So the last few days have been an emotional and logistical roller coaster. As with Brynn we had a trip to labor and delivery which left us with more questions than answers.
For the past few weeks at my weekly appointments I've had protein come up in the urine samples. The doctor seemed especially concerned yesterday and told us that if I had any abdominal pain, headache or blurred vision that I needed to call and possibly come in. So this AM I was feeling all of the above. We were told to come straight to labor and delivery. Being 38 weeks we were told that most likely we would be having our baby girl as any protein was no good and since this one is baked completely they wouldn't take any risks.

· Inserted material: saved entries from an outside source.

import { isNight, isPlace, isPoint } from "./altitude.js";
import { darkness, noonBefore } from "./darkness.js";
import { newOrientation, orientationAt, starOfDate } from "./starOfDate.js";
import { upSpans } from "./upSpans.js";

const orientation = newOrientation();
const star = new Float64Array(3);

/**
 * How long a star stands above an altitude while it is dark, in the night that begins on a date at the site.
 *
 * Given
 *   night                        [d from J2000.0]  scalar, 1900 to 2100: any time of that date
 *   rightAscension, declination  [rad]  scalars, ICRS, at the time
 *   longitude, latitude          [rad]  scalars, geodetic (WGS 84), east and north positive
 *   lowest                       [rad]  scalar, 0 <= lowest < pi/2: the altitude, without refraction
 *   sunBelow                     [rad]  scalar, -pi/2 < sunBelow <= 0: the Sun's altitude under which it is dark
 * Returned  [s], 0 where it stands above only by day or never; NaN outside the domain and in a night that is never dark
 * Accuracy  10 s at middle latitudes; test/kernel/night.test.ts
 * Source    see darkness.ts and upSpans.ts
 */
export function hoursUp(
  night: number,
  rightAscension: number,
  declination: number,
  longitude: number,
  latitude: number,
  lowest: number,
  sunBelow: number,
): number {
  if (!(isNight(night) && isPlace(rightAscension, declination) && isPoint(longitude, latitude))) return Number.NaN;
  if (!(lowest >= 0 && lowest < Math.PI / 2 && sunBelow <= 0 && sunBelow > -Math.PI / 2)) return Number.NaN;
  const noon = noonBefore(night, longitude);
  const dark = darkness(noon, longitude, latitude, sunBelow);
  if (dark.length === 0) return Number.NaN;
  orientationAt(noon + 0.5, orientation);
  starOfDate(rightAscension, declination, orientation, star);
  const sidereal = orientation.sidereal + longitude;
  const spans = dark.flatMap((span) => upSpans(star, sidereal, noon + 0.5, latitude, lowest, span));
  return 86400 * spans.reduce((sum, { from, to }) => sum + (to - from), 0);
}

/** `hoursUp` of the first `rows` entries, to the same bits. */
export function hoursUps(rows: number, out: Float64Array, ...columns: Float64Array[]): void {
  const [night, rightAscension, declination, longitude, latitude, lowest, sunBelow] = columns;
  for (let row = 0; row < rows; row++) {
    out[row] = hoursUp(
      night![row]!,
      rightAscension![row]!,
      declination![row]!,
      longitude![row]!,
      latitude![row]!,
      lowest![row]!,
      sunBelow![row]!,
    );
  }
}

Basically 4.5 hours later we were discharged and told that all my labs were on the high side of normal but normal none the less so at this point we are to continue on and allow natural course. I have to be rechecked Friday but other than that all is well.
Of course baby E is good but as for me, emotionally spent. This pregnancy has been rough. Partially my own doing (moving us approximately 3000 miles in 3 months), and partially it's just harder being pregnant a second time. And when you add in going from low risk home birth to c section to moderate risk hospital birth it is what I would call a roller coaster. Basically I'm done. I know there is a light at the end of this but at the moment it seems a bit dim.
Thank you to all our incredibly committed and kind friends and family. Your kind words, positive thoughts, comedic interludes and prayers are all welcomed and appreciated. As always we are humbled by the support and thankful for your kindness.
So what now? Try to wait and be patient. Babies come when they are ready. She definitely takes after her sister and will NOT be rushed by anyone. I'm going to try and zen out on this. It will end. My favorite pregnancy quote, " Pregnancy takes commitment, it's like getting a tattoo on your face."